Paediatr Perinat Epidemiol. 2022 Jan 25. doi: 10.1111/ppe.12863. Online ahead of print.
BACKGROUND: Large-scale evaluation of COVID-19 is likely to rely on the quality of ICD coding. However, little is known about the validity of ICD-coded COVID-19 diagnoses.
OBJECTIVES: To evaluate the performance of diagnostic codes in detecting COVID-19 during pregnancy.
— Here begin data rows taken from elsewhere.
import { HttpError } from '../../middleware/errors';

/**
 * At most `max` backups and restores at once in this process: each holds a database
 * connection and reads or writes hundreds of megabytes. One more is asked to come back later
 * rather than queued, so a queue cannot grow without bound.
 */
export function createWorkSlots(max: number) {
  let busy = 0;
  return async function inSlot<T>(work: () => Promise<T>): Promise<T> {
    if (busy >= max)
      throw new HttpError(
        503,
        'busy',
        'The server is busy with other backups just now. Try again in a minute.',
      );
    busy++;
    try {
      return await work();
    } finally {
      busy--;
    }
  };
}
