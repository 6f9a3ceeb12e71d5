import { and, asc, eq, gt, sql } from 'drizzle-orm';
import type { Database, Db } from '../../db/client';
import { animals, eggSacs, eventPhotos, events } from '../../db/schema/animals';
import { climateReadings, roomTargets } from '../../db/schema/climate';
import { collections, locations } from '../../db/schema/collections';
import { chores, colonies, colonyStock, colonyStockChanges } from '../../db/schema/colonies';
import {
  buyers,
  invoiceLines,
  invoices,
  payments,
  saleAnimals,
  saleListings,
  sales,
  salesSettings,
} from '../../db/schema/sales';
import { users } from '../../db/schema/users';

export type NewPlace = typeof locations.$inferInsert;
export type NewAnimal = typeof animals.$inferInsert;
export type NewEvent = typeof events.$inferInsert;
export type NewEggSac = typeof eggSacs.$inferInsert;
export type NewEventPhoto = typeof eventPhotos.$inferInsert;
export type NewColony = typeof colonies.$inferInsert;
export type NewColonyStock = typeof colonyStock.$inferInsert;
export type NewStockChange = typeof colonyStockChanges.$inferInsert;
export type NewChore = typeof chores.$inferInsert;
export type NewRoomTargets = typeof roomTargets.$inferInsert;
export type NewReading = typeof climateReadings.$inferInsert;
export type NewSalesSettings = typeof salesSettings.$inferInsert;
export type NewBuyer = typeof buyers.$inferInsert;
export type NewListing = typeof saleListings.$inferInsert;
export type NewSale = typeof sales.$inferInsert;
export type NewSaleAnimal = typeof saleAnimals.$inferInsert;
export type NewInvoice = typeof invoices.$inferInsert;
export type NewInvoiceLine = typeof invoiceLines.$inferInsert;
export type NewPayment = typeof payments.$inferInsert;

type Place = { room: string; rack: string; shelf: string; position: string };
const list = (values: unknown[]) => sql.param(values);

/** A collection's own round rules (its overrides of the defaults). */
export async function rulesOf(db: Db, collectionId: string) {
  const [c] = await db
    .select({ rules: collections.rules })
    .from(collections)
    .where(eq(collections.id, collectionId));
  return c?.rules ?? null;
}

/**
 * Runs `work` in one read-only REPEATABLE READ transaction: every read in it sees the same
 * snapshot, however long it takes (a backup's pages never see an event without its animal).
 */
export function inSnapshot<T>(db: Database['db'], work: (tx: Db) => Promise<T>): Promise<T> {
  return db.transaction(work, { isolationLevel: 'repeatable read', accessMode: 'read only' });
}
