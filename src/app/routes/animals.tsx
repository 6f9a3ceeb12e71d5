import { useState } from 'react';
import { Link } from 'react-router-dom';
import { Button } from '@/components/ui/button';
import { Notice } from '@/components/ui/notice';
import { AnimalList } from '@/features/animals/components/animal-list';
import { useShell } from './shell';

export function AnimalsRoute() {
  const { collection } = useShell();
  const [choosing, setChoosing] = useState(false);
  const [chosen, setChosen] = useState<Set<string>>(new Set());
  if (!collection) return <Notice tone="info" title="You are not in any collection yet." />;
  const toggle = (id: string) =>
    setChosen((prev) => {
      const next = new Set(prev);
      if (!next.delete(id)) next.add(id);
      return next;
    });
  return (
    <div className="flex flex-col gap-3">
      <h1 className="text-3xl font-extrabold">Animals</h1>
      <div className="flex flex-wrap gap-2">
        {choosing ? (
          <>
            <Link
              to="/labels"
              state={{ animalIds: [...chosen] }}
              aria-disabled={chosen.size === 0}
              className={`inline-flex min-h-target items-center rounded-xl border-2 border-primary bg-primary px-4 text-lg font-bold text-on-primary ${chosen.size ? '' : 'pointer-events-none opacity-60'}`}
            >
              Print {chosen.size} {chosen.size === 1 ? 'label' : 'labels'}
            </Link>
            <Button variant="quiet" onClick={() => (setChoosing(false), setChosen(new Set()))}>
              Cancel
            </Button>
          </>
        ) : (
          <>
            <Button variant="secondary" onClick={() => setChoosing(true)}>
              Choose for labels
            </Button>
            <Link to="/labels" className="inline-flex min-h-target items-center rounded-xl border-2 border-border px-4 text-lg font-bold">
              Labels…
            </Link>
          </>
        )}
      </div>
      <AnimalList collectionId={collection.collectionId} searchable selection={choosing ? { chosen, onToggle: toggle } : undefined} />
    </div>
  );
}
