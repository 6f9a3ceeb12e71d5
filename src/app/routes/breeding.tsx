import { useState } from 'react';
import { useNavigate } from 'react-router-dom';
import { canBreed } from '#shared/domain/breeding';
import { localDateOf } from '#shared/domain/local-dates';
import { useShell } from '@/app/layout/use-shell';
import { Button } from '@/components/ui/button';
import { Notice } from '@/components/ui/notice';
import { Loading } from '@/components/ui/spinner';
import { TextField } from '@/components/ui/text-field';
import { useAnimalList } from '@/features/animals/api/list-animals';
import { useBreedingChanges, useEggSacs } from '@/features/breeding/api/breeding-api';
import { Insights } from '@/features/breeding/components/insights';
import { SacsManager } from '@/features/breeding/components/sacs-manager';
import { useRound } from '@/features/rounds/api/get-round';

/** Egg sacs, slings and the collection at a glance. */
export function BreedingRoute() {
  const { me, collection } = useShell();
  const navigate = useNavigate();
  const keeper = !!collection && collection.role !== 'helper';
  const collectionId = collection?.collectionId ?? '';
  const list = useAnimalList(collectionId, keeper);
  const sacs = useEggSacs(collectionId);
  const { local } = useRound(me.user.id, collectionId, 'today');
  const change = useBreedingChanges(collectionId);
  const [incubation, setIncubation] = useState({ minDays: '42', maxDays: '56' });
  if (!collection || !keeper) return <Notice tone="info" title="Breeding records are kept by the collection’s keepers." />;
  if (list.isPending) return <Loading />;
  if (list.isError) return <Notice tone="error" title={list.error.message} />;
  const today = localDateOf(new Date(), collection.timeZone);
  // Only females of groups that have a sac, case or brood: never a male or an unsexed juvenile.
  const females = list.data.animals.filter((a) => a.status === 'active' && canBreed(a));
  return (
    <div className="flex flex-col gap-6">
      <h1 className="text-3xl font-extrabold">Breeding and insights</h1>
      <SacsManager collectionId={collection.collectionId} today={today} females={females} onSlings={(animalIds) => navigate('/labels', { state: { animalIds } })} />
      <form
        className="grid grid-cols-2 gap-2 rounded-2xl border-2 border-border p-3"
        onSubmit={(e) => {
          e.preventDefault();
          change.incubation.mutate({ minDays: Number(incubation.minDays), maxDays: Number(incubation.maxDays) });
        }}
      >
        <p className="col-span-2 font-extrabold">Usual incubation for new egg sacs</p>
        <p className="col-span-2 text-sm text-muted">Common practice is about 6–8 weeks from laying to pulling or hatching; it varies by species, so set what your species need. Egg cases (about 4–8 weeks) and broods (until they disperse) have their own windows, changed on each record.</p>
        <TextField label="Shortest (days)" inputMode="numeric" value={incubation.minDays} onChange={(e) => setIncubation((w) => ({ ...w, minDays: e.target.value }))} />
        <TextField label="Longest (days)" inputMode="numeric" value={incubation.maxDays} onChange={(e) => setIncubation((w) => ({ ...w, maxDays: e.target.value }))} />
        {change.incubation.isError && <Notice tone="error" title={change.incubation.error.message} />}
        {change.incubation.isSuccess && <Notice tone="ok" title="Saved for new sacs." />}
        <Button type="submit" variant="secondary" className="col-span-2" busy={change.incubation.isPending}>
          Save
        </Button>
      </form>
      <Insights animals={list.data.animals} round={local.data?.round.items ?? []} sacs={sacs.data?.sacs ?? []} today={today} />
    </div>
  );
}
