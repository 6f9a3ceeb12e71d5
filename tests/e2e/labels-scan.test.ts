// Issue 5's end-to-end checks: print 24 labels from the browser, read every QR back from the
// rasterised PDF, then walk a rack with the phone's camera (Chromium's fake camera fed the
// printed label) recording an outcome per scan with no network.
import fs from 'node:fs';
import os from 'node:os';
import path from 'node:path';
import { and, eq, gte } from 'drizzle-orm';
import type { Page } from 'playwright-core';
import { afterAll, describe, expect, it } from 'vitest';
import { labelContent } from '#shared/domain/labels/label-content';
import { LABEL_FIELDS } from '#shared/domain/labels/label-layout';
import { labelUrl } from '#shared/domain/labels/label-payload';
import { makeQrSymbol } from '#shared/domain/labels/qr-symbol';
import { LABEL_SIZES, placeLabels, sheetLayout } from '#shared/domain/labels/sheet-layout';
import type { AnimalSummary } from '#shared/schemas/animals';
import type { RoundResponse } from '#shared/schemas/rounds';
import { events } from '../../server/db/schema/animals';
import { cutNetwork, launchWithFakeCamera, restoreNetwork, underServiceWorker } from '../chromium';
import { writeLabelVideo } from '../support/fake-camera';
import {
  decodeQrIn,
  greyRegion,
  markedColumns,
  measureQrIn,
  rasterisePdf,
  type GreyPage,
} from '../support/label-raster';
import { expectAccessible, phonePage, screenshot, signInAsDemo, useE2e } from './support';

const env = useE2e();
const CLUTCH = 'H. formosus sac 1';
const SIZE = LABEL_SIZES['wide-70x36'];
const DPI = 200;
const tmp = fs.mkdtempSync(path.join(os.tmpdir(), 'rackside-labels-'));
afterAll(() => fs.rmSync(tmp, { recursive: true, force: true }));

async function api<T>(page: Page, url: string): Promise<T> {
  return page.evaluate(
    async (u) => (await fetch(u, { headers: { 'X-Rackside-Client': '1' } })).json(),
    url,
  ) as Promise<T>;
}

/** How many collections' animal lists this phone has kept in IndexedDB. */
function storedDirectories(page: Page): Promise<number> {
  return page.evaluate(
    () =>
      new Promise<number>((resolve, reject) => {
        const open = indexedDB.open('rackside');
        open.onerror = () => reject(open.error);
        open.onsuccess = () => {
          const count = open.result.transaction('directory').objectStore('directory').count();
          count.onsuccess = () => {
            open.result.close();
            resolve(count.result);
          };
        };
      }),
  );
}

interface Printed {
  pages: GreyPage[];
  tag: string;
  animals: AnimalSummary[];
  collectionId: string;
}
let printed: Printed | null = null;

/** Where one printed label's QR (with its quiet zone) is on the rasterised sheets. */
function quietBoxOf(p: Printed, index: number, start: number) {
  const sheet = sheetLayout('letter', SIZE);
  const place = placeLabels(p.animals.length, start, sheet.perSheet)[index]!;
  const cell = sheet.cells[place.cell]!;
  const { layout } = labelContent(p.animals[index]!, p.tag, env.server.baseUrl, SIZE, LABEL_FIELDS);
  return {
    page: p.pages[place.sheet]!,
    box: { ...layout.quiet, x: cell.x + layout.quiet.x, y: cell.y + layout.quiet.y },
    cell,
  };
}

describe('label sheets printed from the browser', () => {
  it('prints 24 clutch labels whose QR codes all decode to the right animals, at true size', async () => {
    const { page, consoleErrors } = await phonePage(env.browser);
    await signInAsDemo(page, env.server.baseUrl, 'owner@northlight.test');
    const me = await api<{ memberships: { collectionId: string; labelTag: string }[] }>(
      page,
      '/api/auth/me',
    );
    const { collectionId, labelTag: tag } = me.memberships[0]!;
    const all = await api<{ animals: AnimalSummary[] }>(
      page,
      `/api/collections/${collectionId}/animals`,
    );

    await page.getByRole('link', { name: 'Animals' }).click();
    await page.getByText('More', { exact: true }).click();
    await page.getByRole('link', { name: 'Print labels' }).click();
    await page.getByLabel('Clutch').selectOption(CLUTCH);
    await page.getByRole('button', { name: 'Choose all 24 shown' }).click();
    await page.getByText('Letter', { exact: true }).click();
    await page.getByText('70 × 36 mm', { exact: true }).click();
    await page.getByLabel('Start at position').fill('2');
    // 12 a sheet; starting at position 2 puts 11 on the first sheet, 12 on the second, 1 on a third.
    await expect
      .poll(() => page.getByText(/24 labels on 3 sheets of Letter/).innerText())
      .toMatch(/QR 25 mm, squares 1\.00 mm/);
    await expectAccessible(page, 'labels');
    await screenshot(page, 'labels-01-options');
    await page.getByRole('region', { name: 'Label preview' }).scrollIntoViewIfNeeded();
    await screenshot(page, 'labels-02-preview');

    const pdf = await page.pdf({ preferCSSPageSize: true });
    const pages = rasterisePdf(pdf, DPI);
    expect(pages).toHaveLength(3);
    // Letter at 200 dpi: 8.5 in × 200 = 1700 px, 11 in × 200 = 2200 px.
    expect([pages[0]!.width, pages[0]!.height]).toEqual([1700, 2200]);

    const animals = all.animals.filter((a) => a.clutch === CLUTCH);
    expect(animals).toHaveLength(24);
    printed = { pages, tag, animals, collectionId };
    const decoded = animals.map((_, i) => {
      const { page: sheet, box } = quietBoxOf(printed!, i, 2);
      return decodeQrIn(sheet, box);
    });
    expect(decoded).toEqual(animals.map((a) => labelUrl(env.server.baseUrl, tag, a.labelCode)));

    // ISO/IEC 18004 symbols are square; this one is laid out at 25 mm and must print at 25 ± 0.5 mm,
    // measured from its finder patterns.
    const first = quietBoxOf(printed, 0, 2);
    const size = measureQrIn(first.page, first.box)!;
    expect(Math.abs(size.widthMm - 25)).toBeLessThanOrEqual(0.5);
    expect(Math.abs(size.heightMm - 25)).toBeLessThanOrEqual(0.5);
    // The first row's cut line is printed above it as fully as below it (it was once clipped):
    // the dashed line runs 0.5 mm outside the label, so look in the 1 mm band beyond each edge.
    const { cell } = first;
    const above = markedColumns(first.page, {
      x: cell.x,
      y: cell.y - 1,
      widthMm: SIZE.widthMm,
      heightMm: 1,
    });
    const below = markedColumns(first.page, {
      x: cell.x,
      y: cell.y + SIZE.heightMm,
      widthMm: SIZE.widthMm,
      heightMm: 1,
    });
    expect(below).toBeGreaterThan(0.3 * (SIZE.widthMm / 25.4) * DPI);
    expect(Math.abs(above - below)).toBeLessThanOrEqual(0.05 * below);
    // Position 1 was used before: nothing is printed there.
    const used = sheetLayout('letter', SIZE).cells[0]!;
    expect(
      decodeQrIn(pages[0]!, {
        x: used.x,
        y: used.y,
        widthMm: SIZE.widthMm,
        heightMm: SIZE.heightMm,
      }),
    ).toBeNull();

    // A photo of one label, as html5-qrcode's file scan gets it from a phone's camera app.
    await page.getByLabel('Show at true size (scroll sideways)').check();
    const photographed = animals[3]!;
    const label = page.locator(`[data-animal-id="${photographed.id}"]`).first();
    // Clear of the fixed tab bar, as a photo of a label has nothing in front of it.
    await label.evaluate((el) => el.scrollIntoView({ block: 'center' }));
    const photo = await label.screenshot();
    await page.getByRole('link', { name: 'Scan' }).click();
    // This browser has no camera at all: the screen says so and offers the other ways in.
    await expect
      .poll(() => page.getByText('No camera was found.').count(), { timeout: 10_000 })
      .toBe(1);
    await expectAccessible(page, 'scan without a camera');
    await screenshot(page, 'scan-00-no-camera');
    await page
      .getByLabel('Scan a photo of a label')
      .setInputFiles({ name: 'label.png', mimeType: 'image/png', buffer: photo });
    // Decoding shares the CPU with the other test files in CI (it once took over 10 s there).
    await page
      .getByRole('region', { name: 'Scanned label' })
      .getByRole('article', { name: `${photographed.name}, ${photographed.labelCode}` })
      .waitFor({ timeout: 30_000 });

    // A clean label that html5-qrcode's decoder cannot read (second-reader.test.ts) is read by
    // the second one: it is another collection's, and the screen says so.
    await page.getByRole('button', { name: 'Scan next' }).click();
    const missed = makeQrSymbol(labelUrl('https://rackside.example', 'PCVZ', 'NL-9PP'));
    const png = await page.evaluate(
      ({ size, modules }) => {
        const scale = 6;
        const canvas = document.createElement('canvas');
        canvas.width = canvas.height = (size + 8) * scale;
        const context = canvas.getContext('2d')!;
        context.fillStyle = '#fff';
        context.fillRect(0, 0, canvas.width, canvas.height);
        context.fillStyle = '#000';
        modules.forEach((dark, i) => {
          if (dark)
            context.fillRect(
              (4 + (i % size)) * scale,
              (4 + Math.floor(i / size)) * scale,
              scale,
              scale,
            );
        });
        return canvas.toDataURL('image/png').split(',')[1]!;
      },
      { size: missed.size, modules: Array.from(missed.modules) },
    );
    await page.getByLabel('Scan a photo of a label').setInputFiles({
      name: 'other.png',
      mimeType: 'image/png',
      buffer: Buffer.from(png, 'base64'),
    });
    await page
      .getByRole('region', { name: 'Scanned label' })
      .getByText('This label belongs to another collection.')
      .waitFor({ timeout: 30_000 });
    expect(consoleErrors).toEqual([]);
  });
});

describe('walk mode with the camera', () => {
  it('scans a printed label with no signal, opens the item, records one tap and returns to the camera', async () => {
    expect(printed, 'the print test runs first').not.toBeNull();
    const p = printed!;
    const { page: probe } = await phonePage(env.browser);
    await signInAsDemo(probe, env.server.baseUrl, 'owner@northlight.test');
    const round = await api<RoundResponse>(
      probe,
      `/api/collections/${p.collectionId}/rounds/today`,
    );
    const index = p.animals.findIndex((a) =>
      round.items.some((i) => i.animal.id === a.id && i.tasks.some((t) => t.kind === 'feed')),
    );
    expect(index).toBeGreaterThanOrEqual(0);
    const animal = p.animals[index]!;
    const notDue = p.animals.find((a) => !round.items.some((i) => i.animal.id === a.id)) ?? null;
    await probe.context().close();

    // The camera sees the printed label: a crop of the rasterised sheet with the QR in the
    // middle of the frame, as a keeper aims it, and the label's text beside it.
    const { page: sheet, box, cell } = quietBoxOf(p, index, 2);
    const video = path.join(tmp, 'label.y4m');
    const centre = box.x + box.widthMm / 2;
    writeLabelVideo(
      video,
      greyRegion(sheet, {
        x: centre - 30,
        y: cell.y - 2,
        widthMm: 60,
        heightMm: SIZE.heightMm + 4,
      }),
    );
    const browser = await launchWithFakeCamera(video);
    try {
      const { context, page, consoleErrors } = await phonePage(browser);
      await context.grantPermissions(['camera'], { origin: env.server.baseUrl });
      await signInAsDemo(page, env.server.baseUrl, 'owner@northlight.test');
      await underServiceWorker(page);
      await page.getByRole('article').first().waitFor();
      // With a signal the phone keeps a copy of the animal list (fetched just after the first screen).
      await expect.poll(() => storedDirectories(page), { timeout: 15_000 }).toBe(1);
      const started = new Date();

      await cutNetwork(context);
      await page.getByRole('link', { name: 'Scan' }).click();
      const scanned = page.getByRole('region', { name: 'Scanned label' });
      const card = scanned.getByRole('article', { name: `${animal.name}, ${animal.labelCode}` });
      // Decoding camera frames shares two cores with the other test files in CI: one run in
      // several took over 20 s to find the label, so the wait is generous.
      await card.waitFor({ timeout: 45_000 });
      await expectAccessible(page, 'scan result');
      await screenshot(page, 'scan-01-item-open');
      await card.getByRole('button', { name: 'Ate', exact: true }).click();

      // One tap, then straight back to the camera; the label still in view does not reopen.
      await scanned.waitFor({ state: 'detached' });
      await expect
        .poll(() => page.getByRole('status').filter({ hasText: 'Ate ·' }).innerText())
        .toContain(`${animal.name} (${animal.labelCode})`);
      await page.waitForTimeout(2500);
      expect(await scanned.count()).toBe(0);
      await expect
        .poll(() => page.getByText(/1 waiting/).count(), { timeout: 10_000 })
        .toBeGreaterThan(0);
      await screenshot(page, 'scan-02-back-to-camera');

      // A typed code, in lower case with stray spaces, for an animal not due today.
      if (notDue) {
        await page
          .getByLabel('Type the code')
          .fill(` ${notDue.labelCode.toLowerCase().replace('-', ' - ')} `);
        await page.getByRole('button', { name: 'Open' }).click();
        await expect
          .poll(() => scanned.innerText())
          .toMatch(new RegExp(`${notDue.name} is not due today — record anyway\\?`));
        expect(await scanned.getByRole('button', { name: 'Ate', exact: true }).count()).toBe(0);
        await scanned.getByRole('button', { name: 'Record anyway' }).click();
        await expect
          .poll(() => scanned.getByRole('button', { name: 'Watered', exact: true }).count())
          .toBe(1);
        await screenshot(page, 'scan-03-not-due');
        await scanned.getByRole('button', { name: 'Scan next' }).click();
      }
      for (const [typed, message] of [
        ['nl-7ko', 'That is not a label code.'],
        ['https://example.com/menu', 'That QR code is not a Rackside label.'],
        ['NL-2222', 'No animal here has the code NL-2222.'],
      ] as const) {
        // The box empties when the scanner is back to waiting (an effect after "Scan next").
        await expect.poll(() => page.getByLabel('Type the code').inputValue()).toBe('');
        await page.getByLabel('Type the code').fill(typed);
        await page.getByRole('button', { name: 'Open' }).click();
        await expect.poll(() => scanned.innerText()).toContain(message);
        await scanned.getByRole('button', { name: 'Scan next' }).click();
      }

      await restoreNetwork(context);
      await expect
        .poll(
          async () => {
            const saved = await env.server.ctx.database.db
              .select({ kind: events.kind })
              .from(events)
              .where(and(eq(events.animalId, animal.id), gte(events.serverReceivedAt, started)));
            return saved.map((e) => e.kind);
          },
          { timeout: 20_000 },
        )
        .toEqual(['ate']);

      // What a phone's own camera app opens: the label URL, upper case as printed.
      await page.goto(
        labelUrl(env.server.baseUrl, p.tag, animal.labelCode).replace(
          /^HTTP:\/\/127\.0\.0\.1/,
          'http://127.0.0.1',
        ),
      );
      await page.getByRole('article', { name: `${animal.name}, ${animal.labelCode}` }).waitFor();
      await expect
        .poll(() =>
          page.getByRole('article', { name: `${animal.name}, ${animal.labelCode}` }).innerText(),
        )
        .toMatch(/✓ Ate/);
      await screenshot(page, 'scan-04-label-link');
      expect(
        consoleErrors.filter((e) => !/ERR_INTERNET_DISCONNECTED|Failed to load resource/.test(e)),
      ).toEqual([]);
    } finally {
      await browser.close();
    }
  });
});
METHODS: We used data from a national cohort of 78,283 individuals with a pregnancy ending between 11 March 2020 and 31 January 2021 in the OptumLabs® Data Warehouse (OLDW). OLDW is a longitudinal, real-world data asset with de-identified administrative claims and electronic health record data. We identified all services with an ICD-10-CM diagnostic code of U07.1 and all laboratory claims records for COVID-19 diagnostic testing. We compared ICD-coded diagnoses to testing results to estimate positive and negative predictive values (PPV and NPV). To evaluate impact on risk estimation, we estimated risk of adverse pregnancy outcomes by source of exposure information.
RESULTS: Of 78,283 pregnancies, 5644 had a laboratory test result for COVID-19. Testing was most common among older individuals, Hispanic individuals, those with higher socioeconomic status and those with a diagnosed medical condition or pregnancy complication; 52% of COVID-19 cases was identified through ICD-coded diagnosis alone, 19% from laboratory test results alone and 29% from both sources. Agreement between ICD-coded diagnosis and laboratory testing records was high 91% (95% confidence interval [CI] 90, 92). However, the PPV of ICD-code diagnosis was low (36%; 95% CI 33, 39). We observed up to a 50% difference in risk estimates of adverse pregnancy outcomes when exposure was based on laboratory testing results or diagnostic coding alone.
CONCLUSIONS: More than one-in-five COVID-19 cases would be missed by using ICD-coded diagnoses alone to identify COVID-19 during pregnancy. Epidemiological studies exclusively relying on diagnostic coding or laboratory testing results are likely to be affected by exposure misclassification. Research and surveillance should draw upon multiple sources of COVID-19 diagnostic information.